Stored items
━━━━━━━━

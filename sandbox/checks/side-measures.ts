import type { Layout } from "../../shared/contracts/square.ts";
import { SIDES, type Side } from "../../shared/sides.ts";
import { sideGeometry } from "../square/geometry.ts";
import { listPictureCells, type PictureCells } from "./picture-area.ts";

/** What of a side is seen in its reference picture, by light index; what stands free is in every side's. */
export interface SideMeasure {
  readonly side: Side;
  /** Luminous area in square pixels. */
  readonly area: ReadonlyMap<number, number>;
  /** Lit pixels in the cells of the picture. */
  readonly cells: ReadonlyMap<number, PictureCells>;
}

let last: { readonly layout: string; readonly measures: readonly SideMeasure[] } | null = null;

/**
 * Gives the measures of every side that has lights, in the order of sides. Drawing a square costs more
 * than most checks, and a worker gets the same square anew with every message: the last one is kept.
 */
export function measureSides(layout: Layout): readonly SideMeasure[] {
  const key = JSON.stringify(layout);
  if (last?.layout !== key) last = { layout: key, measures: SIDES.flatMap((side) => measureSide(layout, side)) };
  return last.measures;
}

function measureSide(layout: Layout, side: Side): SideMeasure[] {
  const fronts = sideGeometry(layout, side);
  if (!fronts.some((front) => front.side === side && front.lights.length > 0)) return [];
  const lights = fronts.flatMap((front) => front.lights);
  return [
    {
      side,
      area: new Map(lights.map(({ lightIndex, area }) => [lightIndex, area])),
      cells: new Map(lights.map((light) => [light.lightIndex, listPictureCells(light)])),
    },
  ];
}
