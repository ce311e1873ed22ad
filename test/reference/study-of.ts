import type { BankSpread, DutySegment, Study } from '../../src/study/study.js';
import type { ReferenceBank } from './reference-bank.js';

/** A reference bank as a resolved study of one instance, to be given to the engine. */
export function studyOf(bank: ReferenceBank): Study {
  const modules = bank.modules.flat();
  const fixed = (nominal: number): BankSpread => ({ nominal, relative: false, bank: { law: 'fixed' } });
  const lengths = bank.cycles.map(lengthS);
  const byTheClock =
    lengths.every((length) => length === lengths[0]) && !bank.cycles.flat().some((segment) => segment.endsWhenCharged);
  return {
    format: 1,
    title: bank.name,
    seed: '0',
    instances: 1,
    blockSize: 1,
    plan: 'independent',
    cycles: bank.cycles.length,
    confidenceFraction: 0.95,
    driftLimitFraction: 0.2,
    ocvTables: bank.ocvTables,
    stocks: [{ kind: 'explicit', key: modules[0].stock, modules }],
    duty: {
      kind: byTheClock ? 'profile' : 'phases',
      cycleS: Math.max(...lengths),
      parts: [{ name: bank.name, repeat: 1, cycles: bank.cycles }],
      loadFactor: fixed(bank.loadFactor),
      chargeFactor: fixed(bank.chargeFactor),
    },
    candidates: [bank.candidate],
    reference: bank.candidate.key,
    acceptance: [],
  };
}

function lengthS(cycle: readonly DutySegment[]): number {
  return cycle.reduce((sum, segment) => sum + segment.durationS, 0);
}
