import type { ModuleAgeing } from '../../src/study/ageing-settings.js';
import type { Activation, BmsSettings, ModuleParameters } from '../../src/study/study.js';
import { type OcvCurve, ocvCurve } from './ocv-curve.js';
import type { ReferenceBank } from './reference-bank.js';

/** Constants of one cell and the place of its states: z at `at`, h at `at + 1`, v_k from `at + 2`. */
export interface Cell {
  readonly at: number;
  readonly curve: OcvCurve;
  readonly capacityAs: number;
  readonly resistanceOhm: number;
  readonly pairs: readonly { readonly resistanceOhm: number; readonly timeConstantS: number }[];
  readonly leakageA: number;
  readonly efficiency: number;
  readonly hysteresisV: number;
  readonly hysteresisRate: number;
  readonly arrivalCharge: number;
  readonly activation: Activation | null;
  readonly ageing: ModuleAgeing | null;
  /** Charge fraction that the cold keeps out of reach. */
  readonly floor: number;
}

/** Cells under one BMS: a module, or for native wiring all cells of a string. */
export interface Pack {
  /** Counted from 1. */
  readonly string: number;
  readonly position: number;
  readonly cells: readonly Cell[];
  /** Ohmic resistance of all cells plus the path of the BMS. */
  readonly resistanceOhm: number;
  /** Whose thresholds and draws the BMS has. */
  readonly module: ModuleParameters;
  readonly bms: BmsSettings;
  readonly bleedA: number;
  readonly bleedStartV: number;
  /** By how much it is warmer than ambient, K. */
  readonly offsetK: number;
}

export interface Packs {
  readonly packs: readonly Pack[];
  /** Packs in series in a string. */
  readonly positions: number;
  /** States of all cells. */
  readonly stateLength: number;
}

/** Lays out the packs of a bank as they are when new and at 25 degC, string by string from the negative end. */
export function packsOf(bank: ReferenceBank): Packs {
  const curves = bank.ocvTables.map(ocvCurve);
  const native = bank.candidate.wiring === 'native';
  let at = 0;
  const packs = bank.modules.flatMap((modules, s) => {
    const groups = native ? [modules] : modules.map((module) => [module]);
    return groups.map((group, p): Pack => {
      const cells = group.flatMap((module) =>
        module.capacityAh.map((_, c) => {
          const cell = cellOf(module, c, curves[module.ocv], at);
          at += 2 + cell.pairs.length;
          return cell;
        }),
      );
      const [module] = group;
      const { currentA, startV, ...bleed } = bank.candidate.bleed ?? {};
      return {
        string: s + 1,
        position: p + 1,
        cells,
        resistanceOhm: cells.reduce((sum, cell) => sum + cell.resistanceOhm, module.pathResistanceOhm),
        module,
        bms: { ...module.bms, bleed: { ...module.bms.bleed, ...bleed } },
        bleedA: currentA ?? module.bleedA,
        bleedStartV: startV ?? module.bleedStartV,
        offsetK: (bank.candidate.slotOffsetK?.[s]?.[p] ?? 0) + (module.temperatureOffsetK ?? 0),
      };
    });
  });
  return { packs, positions: native ? 1 : bank.modules[0].length, stateLength: at };
}

function cellOf(module: ModuleParameters, c: number, curve: OcvCurve, at: number): Cell {
  return {
    at,
    curve,
    capacityAs: 3600 * module.capacityAh[c],
    resistanceOhm: module.resistanceOhm[c],
    pairs: module.polarisation.map((pair) => ({
      resistanceOhm: pair.resistanceOhm[c],
      timeConstantS: pair.timeConstantS,
    })),
    leakageA: module.leakageA[c],
    efficiency: module.efficiency[c],
    hysteresisV: module.hysteresisV,
    hysteresisRate: module.hysteresisRate,
    arrivalCharge: module.arrivalCharge[c],
    activation: module.activation ?? null,
    ageing: module.ageing ?? null,
    floor: 0,
  };
}
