import type { View } from './evaluation.js';

/**
 * A condition that, once it has held without a break for `delayS`, does something to the switches.
 *
 * `holds` is false while the watch has nothing to do (a latch that is set is not set again). `fire` may make it false.
 */
export interface Watch {
  readonly delayS: number;
  readonly holds: (view: View) => boolean;
  readonly fire: (timeS: number, view: View) => void;
}

/** Times since when conditions hold, one entry per watch; null = does not hold. */
export type Since = (number | null)[];

/** Whether any condition has changed since `since` was brought up to date. */
export function anyChanged(watches: readonly Watch[], since: Since, view: View): boolean {
  return watches.some((watch, w) => watch.holds(view) !== (since[w] !== null));
}

/** The next instant at which a running delay ends; infinite if none runs. */
export function nextExpiryS(watches: readonly Watch[], since: Since): number {
  let next = Number.POSITIVE_INFINITY;
  watches.forEach((watch, w) => {
    const start = since[w];
    if (start !== null) next = Math.min(next, start + watch.delayS);
  });
  return next;
}

/**
 * Lets everything happen that is due at one instant, in rounds, each seeing the consequences of the one before.
 * Stops short after a round that `interrupts`.
 *
 * @returns whether anything happened
 * @throws Error if no end is reached: thresholds so close that a switch undoes itself at once
 */
export function settle(
  watches: readonly Watch[],
  since: Since,
  timeS: number,
  evaluate: () => View,
  interrupts: () => boolean,
): boolean {
  const mostRounds = 200;
  let switched = false;
  for (let round = 0; round < mostRounds; round++) {
    const view = evaluate();
    watches.forEach((watch, w) => {
      since[w] = watch.holds(view) ? (since[w] ?? timeS) : null;
    });
    let settled = true;
    watches.forEach((watch, w) => {
      const start = since[w];
      if (start === null || timeS < start + watch.delayS) return;
      watch.fire(timeS, view);
      since[w] = null;
      settled = false;
    });
    switched ||= !settled;
    if (settled || interrupts()) return switched;
  }
  throw new Error(`switching without end at ${timeS} s`);
}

━━━━━━━━

The first line of the entries, the line with "export interface SideMeasure", and every line between them should be retyped exactly, and nothing else.

filename sandbox/checks/side-measures.ts
import type { Layout } from "../../shared/contracts/square.ts";
import { SIDES, type Side } from "../../shared/sides.ts";
import { sideGeometry } from "../square/geometry.ts";
import { listPictureCells, type PictureCells } from "./picture-area.ts";

/** What of a side is seen in its reference picture, by light index; what stands free is in every side's. */
export interface SideMeasure {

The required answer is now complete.